A polyphase filter for many-core architectures

In this article we discuss our implementation of a polyphase filter for real-time data processing in radio astronomy. We describe in detail our implementation of the polyphase filter algorithm and its behaviour on three generations of NVIDIA GPU cards, on dual Intel Xeon CPUs and the Intel Xeon Phi (Knights Corner) platforms. All of our implementations aim to exploit the potential for data reuse that the algorithm offers. Our GPU implementations explore two different methods for achieving this, the first makes use of L1/Texture cache, the second uses shared memory. We discuss the usability of each of our implementations along with their behaviours. We measure performance in execution time, which is a critical factor for real-time systems, we also present results in terms of bandwidth (GB/s), compute (GFlop/s) and type conversions (GTc/s). We include a presentation of our results in terms of the sample rate which can be processed in real-time by a chosen platform, which more intuitively describes the expected performance in a signal processing setting. Our findings show that, for the GPUs considered, the performance of our polyphase filter when using lower precision input data is limited by type conversions rather than device bandwidth. We compare these results to an implementation on the Xeon Phi. We show that our Xeon Phi implementation has a performance that is 1.47x to 1.95x greater than our CPU implementation, however is not insufficient to compete with the performance of GPUs. We conclude with a comparison of our best performing code to two other implementations of the polyphase filter, showing that our implementation is faster in nearly all cases. This work forms part of the Astro-Accelerate project, a many-core accelerated real-time data processing library for digital signal processing of time-domain radio astronomy data.
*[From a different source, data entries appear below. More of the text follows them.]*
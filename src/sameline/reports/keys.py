"""Public keys as text and as a document."""

from __future__ import annotations

from collections.abc import Sequence
from typing import Any

from sameline.ledger.signatures import public_text
from sameline.records.signing import PersonKey
from sameline.reports.text import table


def keys_text(keys: Sequence[PersonKey]) -> list[str]:
    """The keys, oldest first, and whether they hold."""
    if not keys:
        return ["No key is registered. `sameline key make FILE` makes one."]
    rows = [(k.name, k.person, str(k.registered), _state(k), public_text(k.public)) for k in keys]
    return table(("key", "person", "entry", "state", "public key"), rows, "<<><<", indent="")


def _state(key: PersonKey) -> str:
    return "holds" if key.revoked is None else f"revoked by entry {key.revoked}"


def keys_document(keys: Sequence[PersonKey]) -> list[dict[str, Any]]:
    """The same for other programs."""
    return [
        {
            "key": k.name,
            "person": k.person,
            "registered": k.registered,
            "revoked": k.revoked,
            "revoked_at": k.revoked_at,
            "public": public_text(k.public),
        }
        for k in keys
    ]
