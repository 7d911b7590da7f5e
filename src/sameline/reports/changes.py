"""What an act changed, in one line a comparison: "seal set v4: B-117 and B-121 now differ (v3: undecided)"."""

from __future__ import annotations

from sameline.records.answers import ANSWERED, Conclusion, Turn
from sameline.reports.text import count

_MOST = 3

SAYS = {
    "differs and matters": "differ by more than the margin",
    "differs": "differ",
    "equivalent": "are equivalent within the margin",
    "undecided": "are undecided",
}
"""Verdict -> what is said of its pair."""


def change_line(conclusion: Conclusion) -> str:
    """What a new version says that the one before did not."""
    head = f"{conclusion.name} v{conclusion.version}"
    answer = conclusion.answer
    if answer.state != ANSWERED:
        return f"{head}: not computed: {answer.reason}"
    if not conclusion.turns:
        return f"{head}: {tally(conclusion)}; nothing turned"
    said = [turn_words(turn, conclusion.version) for turn in conclusion.turns[:_MOST]]
    if len(conclusion.turns) > _MOST:
        said.append(f"and {count(len(conclusion.turns) - _MOST, 'more verdict')} turned")
    return f"{head}: {'; '.join(said)}"


def turn_words(turn: Turn, version: int) -> str:
    """One verdict that turned: "B-117 and B-121 now differ (v3: undecided)"."""
    before = "" if turn.before is None or version == 1 else f" (v{version - 1}: {turn.before})"
    return f"{turn.a} and {turn.b} now {SAYS[turn.after]}{before}"


def look_words(look: int) -> str:
    """Which look a conclusion was; before there is anything to judge there is none."""
    return f"look {look}" if look else "no look"


def tally(conclusion: Conclusion) -> str:
    """How many pairs have which verdict: "3 of 10 pairs differ, 2 equivalent, 5 undecided"."""
    pairs = conclusion.answer.pairs
    differ = sum(bool(p.differs) for p in pairs)
    alike = sum(p.verdict == "equivalent" for p in pairs)
    open_ = sum(p.verdict == "undecided" for p in pairs)
    parts = [f"{differ} of {count(len(pairs), 'pair')} shown to differ"]
    if alike:
        parts.append(f"{alike} equivalent")
    if open_:
        parts.append(f"{open_} undecided")
    return ", ".join(parts)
[1]  Tom R. Halfhill NVIDIA's Next-Generation CUDA Compute and Graphics Architecture, Code-Named Fermi, Adds Muscle for Parallel Processing , 2009 .

[2]  Chris Jesshope,et al.  A polyphase filter for GPUs and multi-core processors , 2012, Astro-HPC '12.

[3]  Henri E. Bal,et al.  Real-Time Pulsars Pipeline Using Many-Cores , 2014 .

[4]  Aris Karastergiou,et al.  ARTEMIS: A real-time data processing pipeline for the detection of fast transients , 2015 .

[5]  Chris Williams,et al.  Observations of transients and pulsars with LOFAR international stations , 2012 .

[6]  Nathan Clarke,et al.  A Multi-Beam Radio Transient Detector With Real-Time De-Dispersion Over a Wide DM Range , 2014, 1403.2468.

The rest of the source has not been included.